I would look at some lessons learned from Google. If you decide to go with some sort of homebrew solution based on a bunch of standard consumer disks you will run into other problems besides money. The more disks you have running, the more failures you will encounter. So any system you setup has to be able to have drives fail all day, and not require human intervention to stay up and running(unless you can get humans for cheap too).
Do It Right by moehoward · 2005-10-25 07:41 · Score: 5, Insightful

Look. Everyone wants a Lamborgini for the price of a Chevy. Cute. Yawn. Half of the Ask Slashdot questions are people who didn't find what they want at Walmart. Despite the amazing Slashdot advice, Ask Slashdot answers have somehow failed to put EMC, IBM, HP, etc. out of business. There is no free lunch.
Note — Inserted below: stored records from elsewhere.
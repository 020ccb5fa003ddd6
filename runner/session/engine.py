"""The session engine: one loop for live runs, pilots and (through the same views) replays.

The engine walks the schedule, asks the presenter to show views at frame-exact times, stamps
every screen change with the time right after its flip, sends a marker with that same timestamp,
and journals everything. It imports neither pygame nor pylsl: the presenter, the marker outlet
and the clock are handed in.
"""

from __future__ import annotations

import math
from collections.abc import Callable
from dataclasses import dataclass, field
from pathlib import Path
from typing import Any

from runner.protocol.load import LoadedProtocol
from runner.protocol.schedule import Item, Schedule, ScheduledTrial
from runner.session.events import MARKED_EVENTS, encode_marker
from runner.session.journal import Journal
from runner.session.ports import MarkerSink, Observer, Presenter, TriggerSink
from runner.session.views import (
    RATING_SHOW_CHOICE_S,
    AnswerView,
    BlankView,
    BreakView,
    ConfirmView,
    FeedbackView,
    FixationView,
    KeyHit,
    PageView,
    PauseView,
    RatingView,
    StimulusView,
    View,
    view_to_dict,
)

DIGITS = frozenset("0123456789")
CONFIRM_KEY = "y"
QUIT_KEY = "quit"  # what the presenter reports for a window close or a stop signal
PAYLOAD_FIELDS = (
    "stimulus",
    "block",
    "part",
    "label",
    "key",
    "answer",
    "unsure",
    "rating",
    "status",
)
PREFETCH_AHEAD = 2  # stimuli decoded ahead, so a slow decode never reaches an onset
WATCH_S = 0.5  # untimed waits (pages, breaks, pauses) look at the recorder this often
STORAGE_RETRY_S = 1.0  # while the journal cannot be written, try again this often
DEFAULT_PAUSE_KEY = "p"
STORAGE_PAUSE_TEXT = "The session is paused. Please wait for the experimenter."
RESUME_TEXT = "The session continues where it stopped."


class AbortRequested(Exception):
    """The experimenter confirmed an abort."""
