"""The session engine: one loop for live runs and pilots (replays redraw its journaled views).

The engine walks the schedule, asks the presenter to show views at frame-exact times, stamps
every screen change with the time right after its flip, sends a marker with that same timestamp,
and journals everything. It imports neither pygame nor pylsl: the presenter, the marker outlet
and the clock are handed in (their types are in :mod:`runner.session.ports`).

This module is the loop over the schedule's items (pages, rests, breaks, blocks) and the shared
means of showing, marking and waiting; one trial's screens are in :mod:`runner.session.trial`,
pauses, aborts and storage pauses in :mod:`runner.session.interrupts`.
"""

from __future__ import annotations

import math
from collections import deque
from collections.abc import Callable
from dataclasses import dataclass, field
from typing import Any

from runner.protocol.load import LoadedProtocol
from runner.protocol.schedule import Item, Schedule, ScheduledTrial
from runner.protocol.texts import break_ready_hint, page_hint
from runner.session.events import MARKED_EVENTS, encode_marker
from runner.session.interrupts import (
    QUIT_KEY,
    WATCH_S,
    AbortRequested,
    Interruptions,
)
from runner.session.journal import Journal
from runner.session.ports import MarkerSink, Observer, Presenter, TriggerSink
from runner.session.trial import TrialOutcome, TrialScreens, frames_for, stimulus_abspath
from runner.session.views import (
    BlankView,
    BreakView,
    FixationView,
    KeyHit,
    PageView,
    View,
    view_to_dict,
)

__all__ = ["AbortRequested", "Engine", "SessionState", "frames_for", "resume_index"]

PAYLOAD_FIELDS = (
    "stimulus",
    "block",
    "part",
    "label",
    "key",
    "answer",
    "unsure",
    "rating",
    "status",
)
PREFETCH_AHEAD = 2  # stimuli decoded ahead, so a slow decode never reaches an onset
RECENT_SCREENS = 32
DEFAULT_PAUSE_KEY = "p"


@dataclass
class SessionState:
    """The session's progress, for the console and the run's result."""

    done_trials: set[int] = field(default_factory=set)
    answered: int = 0
    correct: int = 0
    unsure: int = 0
    recorder_connected: bool | None = None
    started: float = 0.0
    attempt: int = 1
    paused: bool = False
    storage_problem: str | None = None
    current_part: str = ""
    current_block: str = ""
    current_trial: int | None = None
    trial_seconds: list[float] = field(default_factory=list)
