class Breaks(Strict):
    every_trials: int | None = Field(None, ge=1, le=100000)
    every_minutes: float | None = Field(None, gt=0, le=600)
    min_s: float = Field(15, ge=0, le=3600)
    key: str = Field("space", description="Key that ends a break once min_s have passed.")
    text: str = Field(
        "Time for a short break. Rest your eyes; the next part starts when you are ready.",
        max_length=2000,
    )

    @field_validator("key")
    @classmethod
    def _key(cls, v: str) -> str:
        return check_key(v)


class Checks(Strict):
    """Thresholds used by `trialdeck check`."""

    luminance_tolerance: float = Field(
        0.05,
        ge=0,
        le=1,
        description="Largest allowed spread (max - min) of stimulus mean relative luminance.",
    )
    max_upscale: float = Field(
        1.5, ge=1, le=100, description="Warn when a stimulus is enlarged more than this."
    )
    max_minutes_without_break: float = Field(
        20,
        gt=0,
        le=600,
        description="Warn when the typical time between two pauses (break, page or rest) is longer.",
    )
    acknowledge_flashes: bool = Field(
        False,
        description="Set true only after ethics approval of content that breaks the three-flash rule.",
    )
    min_response_ms: float = Field(
        200,
        gt=0,
        le=60000,
        description="Shortest time from a screen's onset to a key press that the flash check and"
        " the shortest session length assume (a fast simple reaction time).",
    )
    typical_viewing_s: float = Field(
        10,
        gt=0,
        le=3600,
        description="Typical viewing time of a stimulus, for the typical session length.",
    )
    typical_response_s: float = Field(
        2,
        gt=0,
        le=3600,
        description="Typical time to type a count or choose a rating, for the typical session length.",
    )
    typical_page_s: float = Field(
        20,
        gt=0,
        le=3600,
        description="Typical time spent reading an instruction page, for the session length.",
    )


class Triggers(Strict):
    """Optional hardware trigger codes: one byte per marked event, sent over a serial port."""

    port: str | None = Field(
        None,
        min_length=1,
        description="Serial port of the trigger interface (COM3, /dev/ttyUSB0); --trigger-port"
        " overrides it.",
    )
    baud: int = Field(115200, ge=300, le=4000000, description="Serial speed in bits per second.")
    codes: dict[
        Annotated[str, Field(pattern=r"^[a-z_]{1,40}$")], Annotated[int, Field(ge=1, le=255)]
    ] = Field(
        min_length=1,
        description="Code (1-255) per marker event name, e.g. stimulus_onset: 10. 0 is left"
        " free as the interface's resting state.",
    )


#: Every participant-facing built-in text: key -> (English default, placeholders it may use).
#: The one place that defines the keys; docs/protocol.md lists them.
TEXT_DEFAULTS: dict[str, tuple[str, tuple[str, ...]]] = {
    "key_space": ("the space bar", ()),
    "key_other": ("the {key} key", ("key",)),
    "page_hint": ("Press {key} to continue.", ("key",)),
    "last_page_hint": ("Press {key} to finish.", ("key",)),
    "resume": ("The session continues where it stopped.", ()),
    "answer_hint": ("Type the number, then press Enter.", ()),
    "unsure_hint": ("{key} = unsure", ("key",)),
    "rating_hint_keys": (
        "Press a number key from 1 to {points}, or choose with the arrow keys and press Enter.",
        ("points",),
    ),
    "rating_hint_keys_ten": (
        "Press 1 to 9 (0 for 10), or choose with the arrow keys and press Enter.",
        (),
    ),
    "rating_hint_mouse": ("Click a box.", ()),
    "rating_hint_mouse_keys": (
        "Click a box, press a number key from 1 to {points}, or choose with the arrow keys and"
        " press Enter.",
        ("points",),
    ),
    "rating_hint_mouse_keys_ten": (
        "Click a box, press 1 to 9 (0 for 10), or choose with the arrow keys and press Enter.",
        (),
    ),
    "feedback_correct": ("Correct.", ()),
    "feedback_answer": ("The answer was {expected}.", ("expected",)),
    "feedback_thanks": ("Thank you.", ()),
    "break_countdown": ("You can go on in {seconds} s.", ("seconds",)),
    "break_ready": ("Press {key} when you are ready to go on.", ("key",)),
    "pause": ("The session is paused. Please wait for the experimenter.", ()),
    "confirm": ("Experimenter: end this session now?", ()),
    "confirm_hint": ("Press Y to end the session, or any other key to go on.", ()),
}


def _check_text(key: str) -> Callable[[str], str]:
    placeholders = TEXT_DEFAULTS[key][1]

    def check(v: str) -> str:
        try:
            names = [f for _, f, _, _ in string.Formatter().parse(v) if f is not None]
        except ValueError as exc:
            raise PydanticCustomError(
                "text_placeholder",
                "a brace that does not close: write {{ and }} for literal braces ({error})",
                {"error": str(exc)},
            ) from None
        wrong = [n for n in names if n not in placeholders]
        if wrong:
            allowed = ", ".join("{" + p + "}" for p in placeholders) or "no placeholders"
            raise PydanticCustomError(
                "text_placeholder",
                "unknown placeholder {wrong}; this text may use {allowed}",
                {"wrong": ", ".join("{" + n + "}" for n in wrong), "allowed": allowed},
            )
        return v

    return check


def _text_field(key: str) -> Any:
    default, placeholders = TEXT_DEFAULTS[key]
    names = ", ".join("{" + p + "}" for p in placeholders)
    return Field(
        default,
        min_length=1,
        max_length=300,
        description=f"Placeholders: {names}." if names else "No placeholders.",
    )


class Texts(Strict):
    """Every built-in text the participant sees, for translation (English defaults in TEXT_DEFAULTS)."""

    key_space: str = _text_field("key_space")
    key_other: str = _text_field("key_other")
    page_hint: str = _text_field("page_hint")
    last_page_hint: str = _text_field("last_page_hint")
    resume: str = _text_field("resume")
    answer_hint: str = _text_field("answer_hint")
    unsure_hint: str = _text_field("unsure_hint")
    rating_hint_keys: str = _text_field("rating_hint_keys")
    rating_hint_keys_ten: str = _text_field("rating_hint_keys_ten")
    rating_hint_mouse: str = _text_field("rating_hint_mouse")
    rating_hint_mouse_keys: str = _text_field("rating_hint_mouse_keys")
    rating_hint_mouse_keys_ten: str = _text_field("rating_hint_mouse_keys_ten")
    feedback_correct: str = _text_field("feedback_correct")
    feedback_answer: str = _text_field("feedback_answer")
    feedback_thanks: str = _text_field("feedback_thanks")
    break_countdown: str = _text_field("break_countdown")
    break_ready: str = _text_field("break_ready")
    pause: str = _text_field("pause")
    confirm: str = _text_field("confirm")
    confirm_hint: str = _text_field("confirm_hint")

    @field_validator("*")
    @classmethod
    def _placeholders(cls, v: str, info: ValidationInfo) -> str:
        return _check_text(str(info.field_name))(v)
Just call EMC, get a rep out, and give the paperwork to your boss. Do it today instead of 5 months from now and you will have a much better holiday season.

Note to moderators and other finger pointers: I did not say to BUY from EMC, I just said to show his boss how and why to do things the right way. It does not hurt to get quotes from the big vendors, mainly because the quote also comes with good, solid info that you can share with the PHBs. Despite what you think about "evil" tech sales persons and sales engineers, you actually can learn from them.

--
"If you want to improve, be content to be thought foolish and stupid." - Epictetus
Yup, time to pick up the phone. by Kadin2048 · 2005-10-25 07:48 · Score: 5, Insightful

Exactly. This seems like somebody is trying to figure out a way to do something in-house which really ought to be left to either an outside contractor, or at least set up as a turnkey solution by a consultant. Given that he knows little enough about it that he's asking for help on Slashdot, I think this is yet another problem best solved using the telephone and a fat checkbook, and enough negotiating skills to convince management to pony up the cash up front instead of piddling it out over time on an in-house solution that's going to be a hole into which money and time are poured.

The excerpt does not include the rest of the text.